Barnicle has won local and national awards for both his print and broadcast work over the last three decades, including from the Associated Press, United Press International, National Headliners, and duPont-Columbia University. He holds honorary degrees from the University of Massachusetts Amherst and Colby College.

Boston Globe controversy

In 1998, Barnicle resigned from The Boston Globe amid a controversy over two columns, written three years apart. The first column of more than 80 lines of humorous observations had a few lines that bore similarity to jokes in the 1997 book Brain Droppings by George Carlin. In a subsequent Globe review of all of Barnicle's many years of work, a second column was called into question. The October 8, 1995 column recounted the story of two sets of parents with cancer-stricken children. When one of the children died, the parents of the other child, who had begun to recover, sent the dead child's parents a check for $10,000. When the Globe could not locate the people who had not been publicly identified because they had died as well, Barnicle insisted nonetheless that the story was true. He said he did not obtain the story from the parents but from a nurse, whom he declined to identify. Mrs. Patricia Shairs later contacted the Globe to indicate that the story Barnicle wrote was about her family, although she said some of the facts were incorrect.

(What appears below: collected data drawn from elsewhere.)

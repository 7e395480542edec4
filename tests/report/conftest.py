"""A three-position study of our own: one source, three receivers, each response an
exponential decay of known reverberation time (closed form) over a low noise floor."""

from __future__ import annotations

import numpy as np
import pytest
import soundfile as sf

RATE = 48000
#: Reverberation times of the three synthetic responses (invented for the test scenario).
TIMES = (0.80, 0.85, 0.90)

STUDY = """
[study]
title = "Harbour Room acceptance test"
client = "Quayside Arts Trust"
project_number = "Q-17"
author = "Test Author"
dates = [2026-11-30, "2026-12-01"]

[room]
name = "Harbour Room"
use = "rehearsal"
dimensions_m = [12.0, 8.0, 4.0]
state = "unoccupied"
furnished = true
temperature_c = 21.0
humidity_pct = 45

[equipment]
source = "dodecahedron"
microphone = "omni 1/2 inch"
microphone_serial = "M-0042"

[sweep]
f_low_hz = 20
f_high_hz = 20000
duration_s = 6
repeats = 2

[[sources]]
id = "S1"
xy_m = [2, 4]
height_m = 1.5

[[receivers]]
id = "R1"
xy_m = [6, 2]
height_m = 1.2

[[receivers]]
id = "R2"
xy_m = [8, 5]
height_m = 1.2

[[receivers]]
id = "R3"
xy_m = [10, 3]
height_m = 1.2

[[responses]]
source = "S1"
receiver = "R1"
file = "irs/S1R1.wav"

[[responses]]
source = "S1"
receiver = "R2"
file = "irs/S1R2.wav"

[[responses]]
source = "S1"
receiver = "R3"
file = "irs/S1R3.wav"

[targets]
basis = "t30"
reverberation_s = { "250" = 0.9, "500" = 0.8, "1000" = 0.8, "2000" = 0.8 }
tolerance_pct = [-10, 10]
source = "the client's brief"
"""


def write_study(folder, text: str = STUDY):
    """The study file and its three responses in ``folder``; returns the study path."""
    rng = np.random.default_rng(7)
    (folder / "irs").mkdir(exist_ok=True)
    t = np.arange(int(1.1 * RATE)) / RATE
    for i, rt in enumerate(TIMES, 1):
        h = rng.standard_normal(t.size) * np.exp(-6.9078 * t / rt)
        h[0] = 4.0
        h = np.concatenate([np.zeros(200), h]) + 1e-5 * rng.standard_normal(t.size + 200)
        sf.write(folder / "irs" / f"S1R{i}.wav", 0.5 * h / np.abs(h).max(), RATE, subtype="FLOAT")
    path = folder / "study.toml"
    path.write_text(text, encoding="utf-8")
    return path


@pytest.fixture(scope="session")
def study_run(tmp_path_factory):
    """`roomconv analyze --study ... --json --report` run once for the report tests."""
    from roomconv.cli import main
    from roomconv.report.pdf import pdf_engine_problem

    problem = pdf_engine_problem()
    if problem is not None:
        pytest.skip(f"no PDF engine here: {problem}")
    folder = tmp_path_factory.mktemp("study")
    path = write_study(folder)
    code = main(
        [
            "analyze",
            "--study",
            str(path),
            "--json",
            str(folder / "results.json"),
            "--report",
            str(folder / "report"),
            "--quiet",
        ]
    )
    return folder, code
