class RoomPlan(Widget):
    """Top view of a shoebox room drawn to scale, with the source and receiver marks and
    the wall materials; :meth:`show` redraws it, :meth:`problem` shows why it cannot."""

    DEFAULT_CSS = """
    RoomPlan { height: 1fr; min-height: 9; border: round $primary 40%; padding: 0 1; }
    """

    def __init__(self, **kwargs) -> None:
        super().__init__(**kwargs)
        self.border_title = "Plan (top view)"
        self.data: dict = {}
        self.message = "type the room's size"
        self.layout_now: PlanLayout | None = None

    def show(self, length_m, width_m, source_xy, receivers_xy, walls: dict[str, str]) -> None:
        """Room sides in m, the source's (x, y), the receivers' [(x, y), …] and the material
        of each surface."""
        self.data = {
            "length_m": float(length_m),
            "width_m": float(width_m),
            "source": tuple(source_xy) if source_xy is not None else None,
            "receivers": [tuple(r) for r in receivers_xy],
            "walls": dict(walls),
        }
        self.message = ""
        self.refresh()

    def problem(self, text: str) -> None:
        self.data = {}
        self.message = text
        self.refresh()

    def render(self) -> Text:
        try:
            return self._render_plan()
        except Exception as exc:  # a plan that cannot be drawn must not end the session
            self.layout_now = None
            return Text(f"cannot draw the plan: {exc}", style="dim")

    def _render_plan(self) -> Text:
        d = self.data
        width, height = self.content_size.width, self.content_size.height
        if not d or width < 12 or height < 8:
            self.layout_now = None
            return Text(self.message or "the plan needs a larger window", style="dim")
        walls = d["walls"]
        # Rows: back label, the outline, front label, then the legend, side walls and scale.
        lay = plan_layout(d["length_m"], d["width_m"], width, height - 5)
        lay = PlanLayout(lay.length_m, lay.width_m, lay.col0, 1, lay.cols, lay.rows, lay.m_per_col)
        self.layout_now = lay
        grid = [[" "] * width for _ in range(height)]
        styles: dict[tuple[int, int], str] = {}
        c0, r0, c1, r1 = lay.col0, lay.row0, lay.col0 + lay.cols, lay.row0 + lay.rows
        for c in range(c0, c1 + 1):
            grid[r0][c] = grid[r1][c] = "─"
        for r in range(r0, r1 + 1):
            grid[r][c0] = grid[r][c1] = "│"
        grid[r0][c0], grid[r0][c1], grid[r1][c0], grid[r1][c1] = "┌", "┐", "└", "┘"

        def put(row: int, col: int, text: str, style: str = "") -> None:
            for i, ch in enumerate(text):
                if 0 <= col + i < width and 0 <= row < height:
                    grid[row][col + i] = ch
                    if style:
                        styles[(row, col + i)] = style

        def centred(row: int, text: str) -> None:
            put(row, max(0, c0 + (lay.cols + 1 - len(text)) // 2), text[:width], "dim")

        centred(r0 - 1, f"back: {walls.get('back', '')}")
        centred(r1 + 1, f"front: {walls.get('front', '')}")
        if c0 >= 1:
            put((r0 + r1) // 2, c0 - 1, "L", "dim")
        put((r0 + r1) // 2, c1 + 1, "R", "dim")
        outside = []
        marks = [(d["source"], SOURCE_MARK, "bold #e67828", "source")] if d["source"] else []
        marks += [(r, RECEIVER_MARK, "bold #28aaaa", "receiver") for r in d["receivers"]]
        for (x, y), glyph, style, what in marks:
            if not lay.inside(x, y):
                outside.append(what)
                x, y = min(max(x, 0.0), lay.length_m), min(max(y, 0.0), lay.width_m)
            c, r = lay.cell(x, y)
            put(r, c, glyph, style)
        put(r1 + 2, 0, f"{SOURCE_MARK} source  {RECEIVER_MARK} receiver"[:width])
        sides = f"L: {walls.get('left', '')}  R: {walls.get('right', '')}"
        put(r1 + 3, 0, sides[:width], "dim")
        scale = f"1 column = {lay.m_per_col:.3g} m · {lay.length_m:g} × {lay.width_m:g} m"
        if outside:
            scale = f"{' and '.join(outside)} outside the room! · " + scale
        put(r1 + 4, 0, scale[:width], "bold #e67828" if outside else "dim")
        text = Text()
        for row in range(min(height, r1 + 5)):
            for col in range(width):
                text.append(grid[row][col], styles.get((row, col), ""))
            text.append("\n")
        text.rstrip()
        return text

Six months after his resignation from the Globe, the New York Daily News recruited Barnicle to write for them, and later the Boston Herald . Barnicle told reporters that he had nothing but "fond feelings for 25 years at the Globe". Barnicle hosted a radio show three times a week called Barnicle's View.

Barnicle has since become a staple on MSNBC, including on Morning Joe as well as on specials on breaking news topics and the upcoming presidential election of 2016. Barnicle interviewed all of the candidates in the 2016 presidential race.

Barnicle is a devoted baseball fan and was interviewed in Ken Burns's film Baseball in The Tenth Inning movie, where he mostly commented on the 2003–2004 Boston Red Sox. He has also been featured in TV documentaries and programs, including Fabulous Fenway: America's Legendary Ballpark (2000); City of Champions: The Best of Boston Sports (2005); ESPN 25: Who's #1 (2005); Reverse of the Curse of the Bambino (2004); The Curse of the Bambino (2003); ESPN Sports Century (2000); Baseball (1994); and in the TV series Prime 9 (2010–2011) for MLB Network.